Men wear button-down shirts and longyi. Women and children cover their faces with thanaka. An alternate universe of brands: no signs for Coca-Cola or Pepsi, thanks to Western boycotts. Instead, you see Red Ruby and London cigarettes, Star Cola and orange Crusher, Tokyo Donuts, Storm cosmetics, Heathers Gate whiskey. (There’s even a MacBurger restaurant, with a suspiciously familiar-looking logo).

Betel-nut spit collects in red pools and stains the sidewalk. Kids play in building courtyards in total darkness. Walking at night takes concentration–missing pavement slabs and holes in the sidewalk are large enough to fall into. The heat is intense. The smell of sewage pervades.

More than anywhere else, I find myself guessing at the underlying reality here. What is really happening? What is just beneath the surface, what is underground?

Last night I went to Shwedagon Pagoda, the biggest tourist attraction/religious site in Yangon, for Buddha’s birthday. Afterwards, I passed a group of outdoor tables near a public park. A man called out to me, and invited me to join him. He was having sugar-cane drinks with a policeman, an army soldier and a couple of ordinary-looking guys. I just couldn’t resist the absolute strangeness of the situation. We started chatting. Where are you from, my new friend asked. America, I said. He translated for the group and someone said “CIA!” and they all laughed.

I asked what my “friend” did. He said he was in the army too, that he spent his days just “looking, looking.” (I didn’t feel the need to ask for what.) He seemed a little drunk and laughed a lot, although I wasn’t always sure what the joke was. He bought me a sugar-cane drink and asked if I wanted to drink beers with him later (”duty-free,” he quipped.)

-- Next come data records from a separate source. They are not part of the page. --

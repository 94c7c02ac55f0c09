package chem

import (
	"strings"
)

// aquatic classifies hazards to the aquatic environment by the summation method
// (CLP Annex I 4.1.3.5.5, Tables 4.1.1 and 4.1.2): shares weighted by M-factors
// and by 10 for each step of category, 25 % being the limit; the first category
// met stands.
func (m *mixture) aquatic() {
	var acute [3]float64 // Σ of Acute 1 with M, of Acute 2, of Acute 3
	var chronic [4]float64
	plain := 0.0 // Σ of all chronic categories without M
	var assumed []string
	for _, p := range m.parts {
		if c, ok := p.class("Aquatic Acute"); ok {
			a := p.factored(c, p.Hazard.MAcute, &assumed)
			acute[c.Category[0]-'1'] += a
		}
		if c, ok := p.class("Aquatic Chronic"); ok {
			chronic[c.Category[0]-'1'] += p.factored(c, p.Hazard.MChronic, &assumed)
			if atLeast(p.percent, ruleLimit("AQ-002")) || c.Category == "1" {
				plain += p.percent
			}
		}
	}
	if len(assumed) > 0 {
		m.note("no M-factor on record for %s: 1 assumed", strings.Join(assumed, ", "))
	}
	m.aquaticAcute(acute)
	m.aquaticChronic(chronic, plain)
	if m.unknown > 0 {
		m.note("contains %.3g %% of components with unknown hazards to the aquatic environment", m.unknown)
	}
}

// factored is an ingredient's share times its M-factor where that applies, and
// 0 below the cut-off of 0.1/M % for category 1 or 1 % for the others.
func (p mixPart) factored(c HazardClass, factor float64, assumed *[]string) float64 {
	if c.Category != "1" {
		if !atLeast(p.percent, ruleLimit("AQ-002")) {
			return 0
		}
		return p.percent
	}
	if factor == 0 {
		factor = 1
		if p.percent > 0 && (len(*assumed) == 0 || (*assumed)[len(*assumed)-1] != p.Name) {
			*assumed = append(*assumed, p.Name)
		}
	}
	if !atLeast(p.percent, 0.1/factor) { // 0.1 % is the cut-off of Table 1.1
		return 0
	}
	return p.percent * factor
}

func (m *mixture) aquaticAcute(a [3]float64) {
	if m.aquaticStep("Aquatic Acute", "1", "H400", "AQ-003", a[0]) || m.options.System != UNGHS {
		return
	}
	if m.aquaticStep("Aquatic Acute", "2", "H401", "AQ-008", 10*a[0]+a[1]) {
		return
	}
	m.aquaticStep("Aquatic Acute", "3", "H402", "AQ-009", 100*a[0]+10*a[1]+a[2])
}

func (m *mixture) aquaticChronic(c [4]float64, plain float64) {
	if m.aquaticStep("Aquatic Chronic", "1", "H410", "AQ-004", c[0]) ||
		m.aquaticStep("Aquatic Chronic", "2", "H411", "AQ-005", 10*c[0]+c[1]) ||
		m.aquaticStep("Aquatic Chronic", "3", "H412", "AQ-006", 100*c[0]+10*c[1]+c[2]) {
		return
	}
	m.aquaticStep("Aquatic Chronic", "4", "H413", "AQ-007", plain)
}

func (m *mixture) aquaticStep(name, category, code, rule string, sum float64) bool {
	limit := ruleLimit(rule)
	if sum == 0 {
		return false
	}
	if !atLeast(sum, limit) {
		m.reason(Reason{Class: "not " + name + " " + category, Rule: rule, Value: sum, Limit: limit, Unit: "% weighted"})
		return false
	}
	m.reason(Reason{Class: name + " " + category, Rule: rule, Value: sum, Limit: limit, Unit: "% weighted"})
	m.give(HazardClass{Name: name, Category: category, Code: code})
	return true
}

Another man appeared; ordinary-looking, but my friend said he was an army officer. He sat down for a couple of minutes, and then the two of them got up, excused themselves, and drove off. A strange and unsettling experience.

I’ve wandered around town with monks desperate to practice their English. I hung out one night with a group of hip-hop kids at a huge outdoor hip-hop festival (featuring J-Me.) Yangon has been funny, moving, disturbing.

Got to run for now. I’m leaving for the Lake Inle area–a sixteen-hour bus ride to a town called Taunggyi, the easternmost point foreigners can go by road in Shan State.

Or Myanmar. Maybe both. OK, just Myanmar. The visa came through without a problem and I’m flying out early tomorrow morning. (First, I’m going to spend the night in the airport, something I’ve always wanted to do. Expect many photos from my not-quite-fixed-but-it-will-have-to-do camera. Does anyone have a Nikon D40 that they don’t want?)

I don’t take the decision to visit Myanmar lightly. Conscientiousness will be my 18-letter buzzword. So will forethoughtfulness.

Also, antiferromagnetism. And of course, gedankenexperiment.

Seriously, I’ve thought a lot about it. Ultimately it’s a selfish decision–I just really want to go to Myanmar because it seems so different from anywhere I’ve ever been. I’ve met Burmese immigrants here and they’ve encouraged me to go. Other travelers have said it’s been a highlight of their trips. How not to do damage; how to try to shift the balance to positive, or at least neutral? Is it possible? I know that tourism can help some people there on a one-to-one basis. There are also volunteering opportunities; I’ve already been in e-mail contact with a Burmese guide who can arrange this. Any thoughts/suggestions/information welcome.

A few Myanmar links:

Daw Aung San Suu Kyi (The Nobel laureate and leading voice discouraging travel to Burma.)
Free Burma Coalition (Another viewpoint, from an anti-boycott group.)
The Irrawaddy
Mizzima News
Burma News International
BurmaNet News
The Burma Project
UNICEF Myanmar
The Myanmar Times (state-run)

My return flight to Bangkok is on May 21st. Internet access should be no problem in Yangon and Mandalay and other more-visited sites; beyond that, I’m not sure.